Instructions for the task:
Output each record in full, exactly as it stands.

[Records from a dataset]
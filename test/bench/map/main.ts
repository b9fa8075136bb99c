// The map benchmark page: the app's map (MapController) or bare MapLibre given the same data,
// chosen by ?mode=subject|baseline, or ?mode=floor for bare MapLibre with the basemap alone (what
// software WebGL's frames cost without any data). Invented data: 50,000 observations along a 1,000,000-point
// track in the Arctic. The page reports through window.__bench.
import { Map as MapLibreMap, type GeoJSONSource } from 'maplibre-gl';
import 'maplibre-gl/dist/maplibre-gl.css';
import type { FeatureCollection } from 'geojson';
import type { Observation, TrackPoint } from '../../../src/domain/model';
import { MapController } from '../../../src/features/map/mapController';
import { coarseLand, graticuleData } from '../../../src/features/map/basemap';
import { buildStyle, SRC } from '../../../src/features/map/style';
import { observationFeatures } from '../../../src/features/map/geojson';

const N_OBS = 50_000;
const N_TRACK = 1_000_000;
const START = Date.UTC(2026, 2, 1);

interface BenchResult {
  idleMs: number;
  loadLongestTaskMs: number;
  panLongestTaskMs: number;
  /** The longest single script (a callback and what it calls) in any frame, from Long Animation Frames. */
  loadLongestScriptMs: number;
  panLongestScriptMs: number;
}

declare global {
  interface Window {
    __bench?: { result: Promise<BenchResult> };
  }
}

function makeData(): { track: TrackPoint[]; observations: Observation[] } {
  const track: TrackPoint[] = new Array(N_TRACK);
  for (let i = 0; i < N_TRACK; i++) {
    const f = i / N_TRACK;
    // A meandering transect from 75 N 10 E to 84 N and back west, one fix every 2 s.
    const lat = 75 + 9 * Math.sin(Math.PI * f) + 0.05 * Math.sin(i / 700);
    const lon = 10 + 25 * Math.sin(2 * Math.PI * f) + 0.05 * Math.cos(i / 900);
    track[i] = { cruiseId: 'bench', time: new Date(START + i * 2000).toISOString(), lat, lon, source: 'gps-serial', headingDeg: (i / 100) % 360 };
  }
  const observations: Observation[] = new Array(N_OBS);
  for (let k = 0; k < N_OBS; k++) {
    const p = track[Math.floor((k * N_TRACK) / N_OBS)] as TrackPoint;
    const total = k % 11;
    observations[k] = {
      id: `o${k}`, cruiseId: 'bench', time: p.time, position: { lat: p.lat, lon: p.lon, source: 'gps-serial' }, observerId: k % 2 ? 'a' : 'b',
      totalConcentration: total, categories: total ? [{ partialConcentration: total, stage: 'first-year', floeSize: 'big-floe' }] : [],
      notes: '', photoIds: [], revision: 1, savedAt: p.time, savedBy: 'a', deviceId: 'bench', deleted: false,
    };
  }
  return { track, observations };
}

const longTasks: number[] = [];
new PerformanceObserver((list) => {
  for (const e of list.getEntries()) longTasks.push(e.duration);
}).observe({ type: 'longtask', buffered: true });

// Long Animation Frames split a long task into the scripts that ran in it; what is left is the
// browser's own work (style, layout, and here above all the compositor waiting for SwiftShader
// to draw the WebGL frame and reading it back).
interface ScriptTiming { duration: number }
interface AnimationFrameTiming { scripts?: ScriptTiming[] }
const longScripts: number[] = [];
new PerformanceObserver((list) => {
  for (const e of list.getEntries() as unknown as AnimationFrameTiming[]) for (const sc of e.scripts ?? []) longScripts.push(sc.duration);
}).observe({ type: 'long-animation-frame', buffered: true });

function until(cond: () => boolean): Promise<void> {
  return new Promise((resolve) => {
    const tick = () => (cond() ? resolve() : setTimeout(tick, 20));
    tick();
  });
}

async function pan(map: MapLibreMap): Promise<{ task: number; script: number }> {
  longTasks.length = 0;
  longScripts.length = 0;
  for (let i = 0; i < 16; i++) {
    map.panBy([i % 8 < 4 ? 180 : -180, i % 4 < 2 ? 60 : -60], { duration: 250 });
    await new Promise<void>((r) => map.once('moveend', () => r()));
  }
  await new Promise<void>((r) => (map.loaded() ? r() : map.once('idle', () => r())));
  return { task: Math.max(0, ...longTasks), script: Math.max(0, ...longScripts) };
}

async function run(): Promise<BenchResult> {
  const mode = new URLSearchParams(location.search).get('mode') ?? 'subject';
  const { track, observations } = makeData();
  const container = document.getElementById('map') as HTMLElement;
  // Settle after the data generation, then measure from here.
  await new Promise((r) => setTimeout(r, 500));
  longTasks.length = 0;
  longScripts.length = 0;
  const t0 = performance.now();
  let map: MapLibreMap;
  if (mode === 'floor') {
    // The floor: bare MapLibre with the same style and basemap but no observations and no
    // track, on the same view. What its frames cost is what software WebGL costs here.
    const coarse = coarseLand();
    const style = buildStyle({ theme: 'day', projection: 'mercator', land110: coarse.land, coast110: coarse.coast, graticule: graticuleData() });
    map = new MapLibreMap({ container, style, fadeDuration: 0 });
    await new Promise<void>((r) => map.once('load', () => r()));
  } else if (mode === 'baseline') {
    // Bare MapLibre: the same style and basemap, the same observations and the full track as
    // GeoJSON objects straight into the sources, no worker, no simplification, no overlay.
    const coarse = coarseLand();
    const style = buildStyle({ theme: 'day', projection: 'mercator', land110: coarse.land, coast110: coarse.coast, graticule: graticuleData() });
    const trackFc: FeatureCollection = {
      type: 'FeatureCollection',
      features: [{ type: 'Feature', properties: { level: 0 }, geometry: { type: 'LineString', coordinates: track.map((p) => [p.lon, p.lat]) } }],
    };
    const obsFc = observationFeatures(observations);
    style.layers = style.layers.map((l) => (l.id.startsWith('track-') ? { ...l, filter: ['==', ['get', 'level'], 0], minzoom: 0, maxzoom: 24 } : l)) as typeof style.layers;
    // Bare: every observation its own circle, no grouping at small zooms.
    style.sources[SRC.observations] = { type: 'geojson', data: { type: 'FeatureCollection', features: [] }, promoteId: 'id' };
    map = new MapLibreMap({ container, style, fadeDuration: 0 });
    await new Promise<void>((r) => map.once('load', () => r()));
    (map.getSource(SRC.track) as GeoJSONSource).setData(trackFc);
    (map.getSource(SRC.observations) as GeoJSONSource).setData(obsFc);
    await until(() => map.isSourceLoaded(SRC.track) && map.isSourceLoaded(SRC.observations));
  } else {
    let fed = false;
    const c = new MapController(container, { theme: 'day', projection: 'mercator', onSelect: () => undefined, onTrackFed: () => (fed = true) });
    map = c.map;
    c.setObservations(observations, [{ id: 'a', name: 'A', initials: 'A' }]);
    void c.setTrack({ observations, observers: [], track, intervalMinutes: 60 });
    await until(() => fed && map.loaded() && map.isSourceLoaded(SRC.track));
  }
  // Both end on the same view, fully drawn.
  const idle = new Promise<void>((r) => map.once('idle', () => r()));
  map.jumpTo({ center: [20, 80], zoom: 3 });
  await idle;
  const idleMs = performance.now() - t0;
  const loadLongestTaskMs = Math.max(0, ...longTasks);
  const loadLongestScriptMs = Math.max(0, ...longScripts);
  const panned = await pan(map);
  return { idleMs, loadLongestTaskMs, panLongestTaskMs: panned.task, loadLongestScriptMs, panLongestScriptMs: panned.script };
}

window.__bench = { result: run() };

Exercise answer:
filename test/bench/map/main.ts
repository b9fa8075136bb99c
// The map benchmark page: the app's map (MapController) or bare MapLibre given the same data,
// chosen by ?mode=subject|baseline, or ?mode=floor for bare MapLibre with the basemap alone (what
// software WebGL's frames cost without any data). Invented data: 50,000 observations along a 1,000,000-point
// track in the Arctic. The page reports through window.__bench.
import { Map as MapLibreMap, type GeoJSONSource } from 'maplibre-gl';
import 'maplibre-gl/dist/maplibre-gl.css';
import type { FeatureCollection } from 'geojson';
import type { Observation, TrackPoint } from '../../../src/domain/model';
import { MapController } from '../../../src/features/map/mapController';
import { coarseLand, graticuleData } from '../../../src/features/map/basemap';
import { buildStyle, SRC } from '../../../src/features/map/style';
import { observationFeatures } from '../../../src/features/map/geojson';

const N_OBS = 50_000;
const N_TRACK = 1_000_000;
const START = Date.UTC(2026, 2, 1);

interface BenchResult {
  idleMs: number;
  loadLongestTaskMs: number;
  panLongestTaskMs: number;
  /** The longest single script (a callback and what it calls) in any frame, from Long Animation Frames. */
  loadLongestScriptMs: number;
  panLongestScriptMs: number;
}

declare global {
  interface Window {
    __bench?: { result: Promise<BenchResult> };
  }
}

function makeData(): { track: TrackPoint[]; observations: Observation[] } {
  const track: TrackPoint[] = new Array(N_TRACK);
  for (let i = 0; i < N_TRACK; i++) {
    const f = i / N_TRACK;
    // A meandering transect from 75 N 10 E to 84 N and back west, one fix every 2 s.
    const lat = 75 + 9 * Math.sin(Math.PI * f) + 0.05 * Math.sin(i / 700);
    const lon = 10 + 25 * Math.sin(2 * Math.PI * f) + 0.05 * Math.cos(i / 900);
    track[i] = { cruiseId: 'bench', time: new Date(START + i * 2000).toISOString(), lat, lon, source: 'gps-serial', headingDeg: (i / 100) % 360 };
  }
  const observations: Observation[] = new Array(N_OBS);
  for (let k = 0; k < N_OBS; k++) {
    const p = track[Math.floor((k * N_TRACK) / N_OBS)] as TrackPoint;
    const total = k % 11;
    observations[k] = {
      id: `o${k}`, cruiseId: 'bench', time: p.time, position: { lat: p.lat, lon: p.lon, source: 'gps-serial' }, observerId: k % 2 ? 'a' : 'b',
      totalConcentration: total, categories: total ? [{ partialConcentration: total, stage: 'first-year', floeSize: 'big-floe' }] : [],
      notes: '', photoIds: [], revision: 1, savedAt: p.time, savedBy: 'a', deviceId: 'bench', deleted: false,
    };
  }
  return { track, observations };
}

const longTasks: number[] = [];
new PerformanceObserver((list) => {
  for (const e of list.getEntries()) longTasks.push(e.duration);
}).observe({ type: 'longtask', buffered: true });

// Long Animation Frames split a long task into the scripts that ran in it; what is left is the
// browser's own work (style, layout, and here above all the compositor waiting for SwiftShader
// to draw the WebGL frame and reading it back).
interface ScriptTiming { duration: number }
interface AnimationFrameTiming { scripts?: ScriptTiming[] }
const longScripts: number[] = [];
new PerformanceObserver((list) => {
  for (const e of list.getEntries() as unknown as AnimationFrameTiming[]) for (const sc of e.scripts ?? []) longScripts.push(sc.duration);
}).observe({ type: 'long-animation-frame', buffered: true });

function until(cond: () => boolean): Promise<void> {
  return new Promise((resolve) => {
    const tick = () => (cond() ? resolve() : setTimeout(tick, 20));
    tick();
  });
}

async function pan(map: MapLibreMap): Promise<{ task: number; script: number }> {
  longTasks.length = 0;
  longScripts.length = 0;
  for (let i = 0; i < 16; i++) {
    map.panBy([i % 8 < 4 ? 180 : -180, i % 4 < 2 ? 60 : -60], { duration: 250 });
    await new Promise<void>((r) => map.once('moveend', () => r()));
  }
  await new Promise<void>((r) => (map.loaded() ? r() : map.once('idle', () => r())));
  return { task: Math.max(0, ...longTasks), script: Math.max(0, ...longScripts) };
}

async function run(): Promise<BenchResult> {
  const mode = new URLSearchParams(location.search).get('mode') ?? 'subject';
  const { track, observations } = makeData();
  const container = document.getElementById('map') as HTMLElement;
  // Settle after the data generation, then measure from here.
  await new Promise((r) => setTimeout(r, 500));
  longTasks.length = 0;
  longScripts.length = 0;
  const t0 = performance.now();
  let map: MapLibreMap;
  if (mode === 'floor') {
    // The floor: bare MapLibre with the same style and basemap but no observations and no
    // track, on the same view. What its frames cost is what software WebGL costs here.
    const coarse = coarseLand();
    const style = buildStyle({ theme: 'day', projection: 'mercator', land110: coarse.land, coast110: coarse.coast, graticule: graticuleData() });
    map = new MapLibreMap({ container, style, fadeDuration: 0 });
    await new Promise<void>((r) => map.once('load', () => r()));
  } else if (mode === 'baseline') {
    // Bare MapLibre: the same style and basemap, the same observations and the full track as
    // GeoJSON objects straight into the sources, no worker, no simplification, no overlay.
    const coarse = coarseLand();
    const style = buildStyle({ theme: 'day', projection: 'mercator', land110: coarse.land, coast110: coarse.coast, graticule: graticuleData() });
    const trackFc: FeatureCollection = {
      type: 'FeatureCollection',
      features: [{ type: 'Feature', properties: { level: 0 }, geometry: { type: 'LineString', coordinates: track.map((p) => [p.lon, p.lat]) } }],
    };
    const obsFc = observationFeatures(observations);
    style.layers = style.layers.map((l) => (l.id.startsWith('track-') ? { ...l, filter: ['==', ['get', 'level'], 0], minzoom: 0, maxzoom: 24 } : l)) as typeof style.layers;
    // Bare: every observation its own circle, no grouping at small zooms.
    style.sources[SRC.observations] = { type: 'geojson', data: { type: 'FeatureCollection', features: [] }, promoteId: 'id' };
    map = new MapLibreMap({ container, style, fadeDuration: 0 });
    await new Promise<void>((r) => map.once('load', () => r()));
    (map.getSource(SRC.track) as GeoJSONSource).setData(trackFc);
    (map.getSource(SRC.observations) as GeoJSONSource).setData(obsFc);
    await until(() => map.isSourceLoaded(SRC.track) && map.isSourceLoaded(SRC.observations));
  } else {
    let fed = false;
    const c = new MapController(container, { theme: 'day', projection: 'mercator', onSelect: () => undefined, onTrackFed: () => (fed = true) });
    map = c.map;
    c.setObservations(observations, [{ id: 'a', name: 'A', initials: 'A' }]);
    void c.setTrack({ observations, observers: [], track, intervalMinutes: 60 });
    await until(() => fed && map.loaded() && map.isSourceLoaded(SRC.track));
  }
  // Both end on the same view, fully drawn.
  const idle = new Promise<void>((r) => map.once('idle', () => r()));
  map.jumpTo({ center: [20, 80], zoom: 3 });
  await idle;
  const idleMs = performance.now() - t0;
  const loadLongestTaskMs = Math.max(0, ...longTasks);
  const loadLongestScriptMs = Math.max(0, ...longScripts);
  const panned = await pan(map);
  return { idleMs, loadLongestTaskMs, panLongestTaskMs: panned.task, loadLongestScriptMs, panLongestScriptMs: panned.script };
}

window.__bench = { result: run() };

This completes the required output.